There’s perhaps no great political lesson there for political leaders, but it’s almost Faustian in its scope. See what happens when you bank only with mammon. 

Which brings us to the false idols of politics. Since personality, rather than policy, became the political trump card it’s inevitable that we would get Trump. Or someone like him. It doesn’t matter, to his core vote, what he’s done or what he’s incapable of doing, Only who he is. He’s an idol, a cult image, a golden calf. Trump’s bull is sacred, whatever he does. 

The UK thankfully hasn’t had one of those yet (though there were warning tremors in Boris Johnson). But it’s telling that Blair is said to have developed a messianic tendency after his premiership’s early intervention in Kosovo during the war in former Yugoslavia. At the termination of hostilities, crowds there sought to touch his clothes as he passed. 

Strange that being touched should make him feel untouchable. But that’s the way of messianics. It can be the same with rock & roll stars. Live music, at its best, can offer a transcendent sense of communion. At its worst, it’s the adoration of stage idols that sends them a little mad. Or mad for it. 

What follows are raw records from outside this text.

/// The dispersion [`choose_dispersion`] took.
struct Dispersion {
    /// Its index in [`stellar::bases`] and [`stellar::EXTRA_SIGMA_KMS`]
    /// (read by the tests).
    #[cfg_attr(not(test), allow(dead_code))]
    index: usize,
    /// The windows on that basis.
    windows: Vec<Window<'static>>,
    /// The lines' kinematics it was chosen at (read by the tests).
    #[cfg_attr(not(test), allow(dead_code))]
    kin: [Kin; 2],
}

/// The stellar dispersion of a galaxy or star: of the basis as made and
/// broadened ([`stellar::EXTRA_SIGMA_KMS`]), the one whose windows fit best
/// at the lines' own kinematics (a Balmer core of the wrong width leaves a
/// residual under the emission line). The kinematics are fitted first on the
/// middle of the ladder: chosen at the lines' start width instead, a line
/// narrower than its start was taken for a broader trough (a real dwarf
/// galaxy's 75 km/s lines chose troughs of 131 km/s and lost a fifth of
/// Hβ). `None` when no window can be made.
fn choose_dispersion(s: &Spectrum, z: f64, class: ObjectClass, troughs: &[Trough]) -> Option<Dispersion> {
    let bases = stellar::bases();
    let mid = bases.len() / 2;
    let lines = line_waves(z, class);
    let first = windows_for(s, z, class, Some(&bases[mid]), troughs);
    let set: Vec<&Window> = first.iter().collect();
    let kin = match fit_kinematics(&set, class) {
        Some((kin, _)) => kin,
        None => LineKind::ALL.map(|k| Kin {
            v: 0.0,
            sigma: limits(class, k).sigma_start,
        }),
    };
    let mut first = Some(first);
    bases
        .iter()
        .enumerate()
        .map(|(index, b)| {
            let mut windows = match first.take().filter(|_| index == mid) {
                Some(w) => w,
                None => windows_for(s, z, class, Some(b), troughs),
            };
            restrict(&mut windows, whole::support(s, z, b, &lines).as_deref(), &kin);
            let chi2: f64 = windows.iter().filter_map(|w| w.chi2(&kin)).sum();
            (chi2, Dispersion { index, windows, kin })
        })
        .filter(|(_, d)| !d.windows.is_empty())
        .min_by(|a, b| a.0.total_cmp(&b.0))
        .map(|(_, d)| d)
}

/// A trough column fitted with the stellar populations under each Balmer
/// line (widths in rest Å).
#[derive(Debug, Clone, Copy, PartialEq)]
pub enum Trough {
    /// A Gaussian of σ (rest Å), free in sign: the product's, at
    /// [`BROAD_TROUGH_REST`].
    Gaussian(f64),
    /// A Stark-broadened hydrogen-line shape of core half-width w (rest
    /// Å), wings ∝ Δλ^{−5/2}, absorption only (see
    /// `window::TroughShape::Stark`); its core is rounded over the σ of the
    /// galaxies' start line width (100 km/s).
    Stark(f64),
}

/// [`measure`] on the stellar populations of `basis` in place of ours, with
/// the columns of `troughs` under each Balmer line (none when empty): for comparisons with
/// other population libraries and trough models (tests fit a real galaxy
/// this way). The product uses [`measure`].
pub fn measure_with_basis(
    s: &Spectrum,
    z: f64,
    class: ObjectClass,
    basis: &stellar::Basis,
    troughs: &[Trough],
) -> Vec<LineMeasurement> {
    let mut windows = windows_for(s, z, class, Some(basis), troughs);
    let set: Vec<&Window> = windows.iter().collect();
    if let Some((kin, _)) = fit_kinematics(&set, class) {
        let support = whole::support(s, z, basis, &line_waves(z, class));
        restrict(&mut windows, support.as_deref(), &kin);
    }
    measure_windows(&windows, class)
}

/// Each window keeps to the populations of `support` (those the whole
/// spectrum holds) unless the others are needed at the lines' kinematics
/// `kin` ([`Window::restrict`]); all populations without a support.
fn restrict(windows: &mut [Window], support: Option<&[bool]>, kin: &[Kin; 2]) {
    if let Some(sup) = support {
        for w in windows {
            w.restrict(sup, kin);
        }
    }
}

/// Observed wavelengths of `class`'s lines at `z` (the pixels the
/// whole-spectrum fit leaves out).
fn line_waves(z: f64, class: ObjectClass) -> Vec<f64> {
    lines_for(class)
        .iter()
        .map(|l| crate::lines::wave_of(l.name) * (1.0 + z))
        .collect()
}

/// The lines of `windows`: their kinematics, fluxes and errors.
fn measure_windows(windows: &[Window], class: ObjectClass) -> Vec<LineMeasurement> {
    let specs = lines_for(class);
    // kinematics: one set for all windows of a galaxy, one per window of a quasar
    let mut out: Vec<(usize, LineMeasurement)> = Vec::new();
    let sets: Vec<Vec<&Window>> = if class == ObjectClass::Quasar {
        windows.iter().map(|w| vec![w]).collect()
    } else {
        vec![windows.iter().collect()]
    };
    for set in sets {
        let Some((kin, fitted)) = fit_kinematics(&set, class) else {
            continue;
        };
        let extra = kinematic_variance(&set, &kin, fitted, class);
        for (w, ex) in set.iter().zip(&extra) {
            out.extend(report(w, &kin, fitted, specs, ex));
        }
    }
    out.sort_by_key(|(k, _)| *k);
    out.into_iter().map(|(_, m)| m).collect()
}
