/*!
What is measured: the emission lines per class, which of them are tied to a
parent line by a ratio fixed by atomic physics, their kind (which sets the
shared velocity and width) and the physical width range of each kind.
*/
use crate::ObjectClass;

/// The kinematic kind of a line: all lines of one kind share one velocity
/// offset and one Gaussian width.
#[derive(Debug, Clone, Copy, PartialEq, Eq, Hash)]
pub enum LineKind {
    /// Recombination and other permitted lines (Balmer, He, and the broad
    /// lines of quasars: Lyα, C IV, C III], Mg II).
    Permitted,
    /// Forbidden lines ([O II], [O III], [N II], [S II], …).
    Forbidden,
}

impl LineKind {
    /// Both kinds, in parameter order.
    pub const ALL: [LineKind; 2] = [LineKind::Permitted, LineKind::Forbidden];

    /// Position in [`LineKind::ALL`].
    pub fn index(self) -> usize {
        match self {
            LineKind::Permitted => 0,
            LineKind::Forbidden => 1,
        }
    }
}

/// One measured line.
#[derive(Debug, Clone, Copy, PartialEq)]
pub struct LineSpec {
    /// Name in the line list ([`crate::lines::all`]).
    pub name: &'static str,
    /// Kinematic kind.
    pub kind: LineKind,
    /// `Some((parent, r))`: this line's flux is the parent's flux × `r`
    /// (same kind, same velocity and width).
    pub tie: Option<(&'static str, f64)>,
    /// A Balmer line: its stellar absorption equivalent width is reported.
    pub balmer: bool,
}

/// [O III] λ5008/λ4960 flux ratio (Storey & Zeippen 2000, MNRAS 312, 813;
/// value from memory): both lines leave the same upper level, so the ratio
/// is that of transition probabilities × photon energies, independent of
/// density and temperature.
pub const OIII_5008_4960: f64 = 2.98;
/// [N II] λ6585/λ6550 flux ratio: the template generator's value, from the
/// transition probabilities of Froese Fischer & Tachiev 2004 (ADNDT 87, 1;
/// see [`crate::templates::galaxies::NII_RATIO`]).
pub const NII_6585_6550: f64 = crate::templates::galaxies::NII_RATIO;
/// [Ne III] λ3870/λ3969 flux ratio: same upper level, ratio of transition
/// probabilities × photon energies (from memory; no paper at hand).
pub const NEIII_3870_3969: f64 = 3.32;

const fn p(name: &'static str) -> LineSpec {
    LineSpec {
        name,
        kind: LineKind::Permitted,
        tie: None,
        balmer: false,
    }
}
const fn h(name: &'static str) -> LineSpec {
    LineSpec {
        name,
        kind: LineKind::Permitted,
        tie: None,
        balmer: true,
    }
}
const fn f(name: &'static str) -> LineSpec {
    LineSpec {
        name,
        kind: LineKind::Forbidden,
        tie: None,
        balmer: false,
    }
}
const fn tied(name: &'static str, parent: &'static str, ratio: f64) -> LineSpec {
    LineSpec {
        name,
        kind: LineKind::Forbidden,
        tie: Some((parent, ratio)),
        balmer: false,
    }
}

/// Narrow lines of galaxies (and of stars, should they show any).
static GALAXY: &[LineSpec] = &[
    p("Lyα"),
    p("C III]"),
    f("[O II] 3727"),
    f("[O II] 3730"),
    f("[Ne III] 3870"),
    tied("[Ne III] 3969", "[Ne III] 3870", 1.0 / NEIII_3870_3969),
    h("Hε"),
    h("Hδ"),
    h("Hγ"),
    f("[O III] 4364"),
    p("He II 4687"),
    h("Hβ"),
    tied("[O III] 4960", "[O III] 5008", 1.0 / OIII_5008_4960),
    f("[O III] 5008"),
    p("He I 5877"),
    f("[O I] 6302"),
    f("[O I] 6366"),
    tied("[N II] 6550", "[N II] 6585", 1.0 / NII_6585_6550),
    h("Hα"),
    f("[N II] 6585"),
    f("[S II] 6718"),
    f("[S II] 6733"),
    f("[Ar III] 7138"),
    f("[S III] 9071"),
    f("[S III] 9533"),
];

/// Broad permitted lines and the narrow forbidden lines of quasars (the
/// close doublets of C IV and Mg II are one blend at quasar widths).
static QUASAR: &[LineSpec] = &[
    p("Lyα"),
    p("Si IV+O IV]"),
    p("C IV"),
    p("C III]"),
    p("Mg II"),
    f("[Ne V] 3427"),
    f("[Ne III] 3870"),
    h("Hδ"),
    h("Hγ"),
    h("Hβ"),
    tied("[O III] 4960", "[O III] 5008", 1.0 / OIII_5008_4960),
    f("[O III] 5008"),
    tied("[N II] 6550", "[N II] 6585", 1.0 / NII_6585_6550),
    h("Hα"),
    f("[N II] 6585"),
];

/// The lines measured for `class`, by wavelength.
pub fn lines_for(class: ObjectClass) -> &'static [LineSpec] {
    match class {
        ObjectClass::Quasar => QUASAR,
        _ => GALAXY,
    }
}

/// Allowed Gaussian σ (observed, km/s, instrument included), the start
/// value and the largest velocity offset from the redshift (km/s).
#[derive(Debug, Clone, Copy, PartialEq)]
pub struct Limits {
    /// Smallest σ (km/s).
    pub sigma_min: f64,
    /// Largest σ (km/s).
    pub sigma_max: f64,
    /// Start (and fixed value for an undetected kind).
    pub sigma_start: f64,
    /// Largest |velocity offset| (km/s).
    pub vmax: f64,
}

/// Width ranges per class and kind (common practice): narrow lines of
/// galaxies, σ 30–500 km/s (a 500 km/s σ already is an outflow or an active
/// nucleus's narrow-line region); broad permitted lines of quasars,
/// σ 500–8000 km/s (FWHM ≈ 1200–19000 km/s); quasars' narrow forbidden
/// lines, σ 50–1000 km/s.
pub fn limits(class: ObjectClass, kind: LineKind) -> Limits {
    match (class, kind) {
        (ObjectClass::Quasar, LineKind::Permitted) => Limits {
            sigma_min: 500.0,
            sigma_max: 8000.0,
            sigma_start: 2000.0,
            vmax: 3000.0,
        },
        (ObjectClass::Quasar, LineKind::Forbidden) => Limits {
            sigma_min: 50.0,
            sigma_max: 1000.0,
            sigma_start: 300.0,
            vmax: 1500.0,
        },
        _ => Limits {
            sigma_min: 30.0,
            sigma_max: 500.0,
            sigma_start: 100.0,
            vmax: 500.0,
        },
    }
}

/// Continuum kept on each side of a line (rest Å) for `class`: galaxies
/// need room for the wings of stellar Balmer absorption; quasars for
/// broad lines (≈ 4σ_max in km/s at the line, set per line instead).
pub fn margin_rest(class: ObjectClass, rest: f64) -> f64 {
    match class {
        ObjectClass::Quasar => rest * 4.0 * 5000.0 / super::C_KMS,
        _ => 80.0,
    }
}

#[cfg(test)]
mod tests {
    use super::*;

    #[test]
    fn every_line_is_in_the_line_list_and_ties_point_to_a_listed_parent() {
        for class in ObjectClass::ALL {
            let list = lines_for(class);
            for l in list {
                assert!(crate::lines::find(l.name).is_some(), "{}", l.name);
                if let Some((parent, r)) = l.tie {
                    let p = list.iter().find(|x| x.name == parent).expect("parent listed");
                    assert!(p.tie.is_none() && p.kind == l.kind && r > 0.0 && r < 1.0);
                }
            }
            for w in list.windows(2) {
                assert!(crate::lines::wave_of(w[0].name) < crate::lines::wave_of(w[1].name));
            }
        }
    }
}
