impl<'b> Window<'b> {
    /// A window over observed `[lo, hi]` Å at redshift `z`; `None` when too
    /// few good pixels remain for its columns or the basis does not cover.
    #[allow(clippy::too_many_arguments)]
    pub fn new(
        wave: &[f64],
        flux: &[f64],
        ivar: &[f64],
        good: &[bool],
        z: f64,
        (lo, hi): (f64, f64),
        np: usize,
        basis: Option<&'b Basis>,
        broad: Vec<TroughColumn>,
        cols: Vec<Column>,
    ) -> Option<Window<'b>> {
        let nt = basis.map_or(0, |b| b.len());
        let m = nt + np + broad.len();
        if m + cols.len() > MAX_COLUMNS || cols.is_empty() {
            return None;
        }
        if let Some(b) = basis {
            let (r0, r1) = b.range();
            if lo / (1.0 + z) < r0 || hi / (1.0 + z) > r1 {
                return None;
            }
        }
        let a = wave.partition_point(|&l| l < lo);
        let b = wave.partition_point(|&l| l <= hi);
        let idx: Vec<usize> = (a..b)
            .filter(|&i| good[i] && ivar[i] > 0.0 && ivar[i].is_finite() && flux[i].is_finite())
            .collect();
        if idx.len() < m + cols.len() + 5 {
            return None;
        }
        let mut win = Window {
            z,
            lam: idx.iter().map(|&i| wave[i]).collect(),
            f: idx.iter().map(|&i| flux[i]).collect(),
            w: idx.iter().map(|&i| ivar[i]).collect(),
            base: vec![0.0; idx.len() * m],
            nt,
            np,
            broad,
            base_ata: vec![0.0; m * m],
            base_atb: vec![0.0; m],
            fww: 0.0,
            lam_mid: 0.5 * (lo + hi),
            half: 0.5 * (hi - lo),
            cols,
            basis,
            allowed: vec![true; nt],
            scratch: RefCell::new(Scratch::default()),
        };
        let mut row = vec![0.0; m];
        for i in 0..win.lam.len() {
            if !win.base_row(win.lam[i], &mut row) {
                return None;
            }
            win.base[i * m..(i + 1) * m].copy_from_slice(&row);
            let (wi, fi) = (win.w[i], win.f[i]);
            win.fww += wi * fi * fi;
            for p in 0..m {
                win.base_atb[p] += wi * row[p] * fi;
                for q in 0..m {
                    win.base_ata[p * m + q] += wi * row[p] * row[q];
                }
            }
        }
        win.fww.is_finite().then_some(win)
    }

    /// Continuum design row at observed `lam`.
    fn base_row(&self, lam: f64, row: &mut [f64]) -> bool {
        if let Some(b) = self.basis {
            if !b.at(lam / (1.0 + self.z), &mut row[..self.nt]) {
                return false;
            }
        }
        legendre_into(
            (lam - self.lam_mid) / self.half,
            &mut row[self.nt..self.nt + self.np],
        );
        for (k, t) in self.broad.iter().enumerate() {
            row[self.nt + self.np + k] = t.at(lam);
        }
        true
    }

    /// The factor by which the formal variances of `sol` are scaled: the
    /// window's reduced χ² at that solution, at least 1. Where the
    /// stellar populations do not match the spectrum to its noise the
    /// residuals are wider than the errors say, and the formal errors are too
    /// small by √χ²_r (common practice, as for the redshift's Δχ² cuts:
    /// [`crate::fit::mismatch_scale`]).
    pub fn mismatch_scale(&self, sol: &Solution) -> f64 {
        let free = sol.active.iter().filter(|&&a| a).count();
        let dof = self.lam.len().saturating_sub(free);
        if dof > 0 {
            crate::fit::mismatch_scale(sol.chi2 / dof as f64)
        } else {
            1.0
        }
    }

    /// Continuum columns.
    pub fn m(&self) -> usize {
        self.nt + self.np + self.broad.len()
    }

    /// Observed centre and σ (Å) of a component at kinematics `k`.
    pub fn centre_sigma(&self, rest: f64, k: Kin) -> (f64, f64) {
        let mu = rest * (1.0 + self.z) * (1.0 + k.v / C_KMS);
        (mu, mu * k.sigma / C_KMS)
    }

    /// The weighted least-squares solution at kinematics `kin` (indexed by
    /// [`LineKind::index`]), with non-negative stellar amplitudes (a
    /// negative population would turn absorption into false emission: the
    /// most negative is dropped and the fit repeated).
    pub fn solve(&self, kin: &[Kin; 2]) -> Option<Solution> {
        let mut sc = self.scratch.borrow_mut();
        let chi2 = self.solve_into(kin, &mut sc)?;
        Some(Solution {
            coef: sc.coef.clone(),
            active: sc.active.clone(),
            ata: sc.ata.clone(),
            chi2,
        })
    }

    /// χ² of [`Window::solve`] alone, with no allocation: the profiled χ²
    /// that the kinematics search calls hundreds of times per spectrum.
    pub fn chi2(&self, kin: &[Kin; 2]) -> Option<f64> {
        self.solve_into(kin, &mut self.scratch.borrow_mut())
    }

    /// [`Window::solve`] into the buffers of `sc`; returns χ².
    fn solve_into(&self, kin: &[Kin; 2], sc: &mut Scratch) -> Option<f64> {
        let m = self.m();
        let l = self.cols.len();
        let dim = m + l;
        let n = self.lam.len();
        let Scratch {
            ata,
            atb,
            g,
            span,
            coef,
            active,
            chol,
        } = sc;
        ata.clear();
        ata.resize(dim * dim, 0.0);
        atb.clear();
        atb.resize(dim, 0.0);
        for p in 0..m {
            atb[p] = self.base_atb[p];
            ata[p * dim..p * dim + m].copy_from_slice(&self.base_ata[p * m..(p + 1) * m]);
        }
        // line columns on the pixels they reach (8σ); the buffer holds zeros
        // outside the spans of the previous call, which are cleared first
        if g.len() != l * n {
            g.clear();
            g.resize(l * n, 0.0);
            span.clear();
        }
        for (j, &(a, b)) in span.iter().enumerate() {
            g[j * n + a..j * n + b.max(a)].fill(0.0);
        }
        span.clear();
        span.resize(l, (n, 0usize));
        for (j, col) in self.cols.iter().enumerate() {
            let k = kin[col.kind.index()];
            for c in &col.comps {
                let (mu, sl) = self.centre_sigma(c.rest, k);
                if !(sl > 0.0 && sl.is_finite()) {
                    return None;
                }
                let a = self.lam.partition_point(|&x| x < mu - 8.0 * sl);
                let b = self.lam.partition_point(|&x| x <= mu + 8.0 * sl);
                let norm = c.weight / ((2.0 * std::f64::consts::PI).sqrt() * sl);
                for i in a..b {
                    let u = (self.lam[i] - mu) / sl;
                    g[j * n + i] += norm * (-0.5 * u * u).exp();
                }
                span[j] = (span[j].0.min(a), span[j].1.max(b));
            }
        }
        for j in 0..l {
            let (a, b) = span[j];
            for i in a..b.max(a) {
                let wg = self.w[i] * g[j * n + i];
                if wg == 0.0 {
                    continue;
                }
                atb[m + j] += wg * self.f[i];
                let row = &self.base[i * m..(i + 1) * m];
                let out = &mut ata[(m + j) * dim..(m + j + 1) * dim];
                for p in 0..m {
                    out[p] += wg * row[p];
                }
                for j2 in 0..l {
                    out[m + j2] += wg * g[j2 * n + i];
                }
            }
            for p in 0..m {
                ata[p * dim + m + j] = ata[(m + j) * dim + p];
            }
        }
        active.clear();
        active.resize(dim, true);
        active[..self.nt].copy_from_slice(&self.allowed);
        coef.clear();
        coef.resize(dim, 0.0);
        // the stellar amplitudes, and the troughs that may only absorb
        let base = self.nt + self.np;
        let constrained = |p: usize| p < self.nt || (p >= base && p < m && self.broad[p - base].absorb);
        solve_nonneg_greedy(
            ata,
            atb,
            active,
            coef,
            chol,
            constrained,
            self.nt + self.broad.len(),
        );
        let chi2 = self.fww - coef.iter().zip(atb.iter()).map(|(c, b)| c * b).sum::<f64>();
        (chi2.is_finite() && coef.iter().all(|c| c.is_finite())).then_some(chi2)
    }

    /// Keep to the populations of `support` (those the whole spectrum
    /// holds, [`super::whole::support`]) unless the others lower the
    /// window's χ² at kinematics `kin` by more than the 3σ level of a χ²
    /// of as many degrees of freedom as they add ([`CHI2_3SIGMA`]): a
    /// population the galaxy lacks enters where the spectrum's own stars
    /// differ from the mix beyond the noise, not where noise alone asks
    /// for it (and the non-negativity would keep only its positive side).
    pub fn restrict(&mut self, support: &[bool], kin: &[Kin; 2]) {
        if support.len() != self.nt || support.iter().all(|&a| a) {
            return;
        }
        let mut sc = self.scratch.borrow_mut();
        let Some(all) = self.solve_into(kin, &mut sc) else {
            return;
        };
        let extra = (0..self.nt)
            .filter(|&p| !support[p] && sc.active[p] && sc.coef[p] > 0.0)
            .count();
        self.allowed.copy_from_slice(support);
        if extra == 0 {
            return;
        }
        let kept = self.solve_into(kin, &mut sc);
        if kept.is_none_or(|c| c - all > CHI2_3SIGMA[extra.min(CHI2_3SIGMA.len()) - 1]) {
            self.allowed.fill(true);
        }
    }

    /// Cross terms of the kinematic parameters with the linear ones at
    /// `sol`: with θ = (v, ln σ) of each kind (4 values, kind-major) and
    /// `src[kind]` the kind whose θ a kind's lines follow (`None`: fixed),
    /// returns B = Σ w · column · ∂model/∂θ (`dim × 4`, row-major) and
    /// D = Σ w · ∂model/∂θ ∂model/∂θ (4 × 4).
    pub fn kin_blocks(
        &self,
        sol: &Solution,
        kin: &[Kin; 2],
        src: [Option<usize>; 2],
    ) -> (Vec<f64>, [f64; 16]) {
        let m = self.m();
        let l = self.cols.len();
        let dim = m + l;
        let n = self.lam.len();
        let mut b = vec![0.0; dim * 4];
        let mut d = [0.0; 16];
        let mut g = vec![0.0; l * n];
        let mut dt = vec![0.0; 4 * n];
        let (mut lo, mut hi) = (n, 0);
        for (j, col) in self.cols.iter().enumerate() {
            let k = kin[col.kind.index()];
            let s = src[col.kind.index()];
            let c = sol.coef[m + j];
            for comp in &col.comps {
                let (mu, sl) = self.centre_sigma(comp.rest, k);
                let a = self.lam.partition_point(|&x| x < mu - 8.0 * sl);
                let e = self.lam.partition_point(|&x| x <= mu + 8.0 * sl);
                lo = lo.min(a);
                hi = hi.max(e);
                let norm = comp.weight / ((2.0 * std::f64::consts::PI).sqrt() * sl);
                let dmu_dv = comp.rest * (1.0 + self.z) / C_KMS;
                for i in a..e {
                    let u = (self.lam[i] - mu) / sl;
                    let gi = norm * (-0.5 * u * u).exp();
                    g[j * n + i] += gi;
                    if let Some(q) = s {
                        dt[4 * i + 2 * q] += c * gi * u / sl * dmu_dv;
                        dt[4 * i + 2 * q + 1] += c * gi * (u * u - 1.0);
                    }
                }
            }
        }
        for i in lo..hi.max(lo) {
            let t = &dt[4 * i..4 * i + 4];
            if t.iter().all(|&x| x == 0.0) {
                continue;
            }
            let wi = self.w[i];
            let row = &self.base[i * m..(i + 1) * m];
            for a in 0..4 {
                for p in 0..m {
                    b[p * 4 + a] += wi * row[p] * t[a];
                }
                for j in 0..l {
                    b[(m + j) * 4 + a] += wi * g[j * n + i] * t[a];
                }
                for c in 0..4 {
                    d[a * 4 + c] += wi * t[a] * t[c];
                }
            }
        }
        (b, d)
    }

    /// (AᵀWA)⁻¹ B for the active columns of `sol` (`dim × 4`, row-major).
    pub fn inverse_times(&self, sol: &Solution, b: &[f64]) -> Vec<f64> {
        let dim = sol.coef.len();
        let mut x = vec![0.0; dim * 4];
        for a in 0..4 {
            let rhs: Vec<f64> = (0..dim)
                .map(|p| if sol.active[p] { b[p * 4 + a] } else { 0.0 })
                .collect();
            let col = solve_normal(&sol.ata, &rhs, &sol.active);
            for p in 0..dim {
                x[p * 4 + a] = col[p];
            }
        }
        x
    }

    /// Variance of line column `j`'s coefficient in `sol`.
    pub fn variance(&self, sol: &Solution, j: usize) -> f64 {
        let dim = sol.coef.len();
        let mut e = vec![0.0; dim];
        e[self.m() + j] = 1.0;
        solve_normal(&sol.ata, &e, &sol.active)[self.m() + j]
    }

    /// The continuum model (stellar populations + polynomial) at observed `lam`.
    pub fn continuum(&self, sol: &Solution, lam: f64) -> f64 {
        let mut row = vec![0.0; self.m()];
        if !self.base_row(lam, &mut row) {
            return f64::NAN;
        }
        row.iter().zip(&sol.coef).map(|(r, c)| r * c).sum()
    }

    /// Whether observed `[a, b]` lies inside the window.
    pub fn covers(&self, a: f64, b: f64) -> bool {
        a >= self.lam_mid - self.half && b <= self.lam_mid + self.half
    }

    /// Whether the window has a stellar basis.
    pub fn has_stars(&self) -> bool {
        self.basis.is_some()
    }

    /// Redshift.
    pub fn z(&self) -> f64 {
        self.z
    }
}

Oasis’s Liam Gallagher isn’t in this together with his fans anymore. He’s turned into a Marie Antoinette figure online in response to the ludicrous prices charged to watch him from Ticketmaster. He substitutes “Shut up” and “£100,000 kneeling tickets” for “Let them eat cake”. 

He and his brother are warnings of what can happen in so short a period between the ascendancy of Blair and that of Starmer. True, pop stars aren’t as dangerous as someone such as Trump. But they do show us that we get both the entertainers and the leaders we deserve.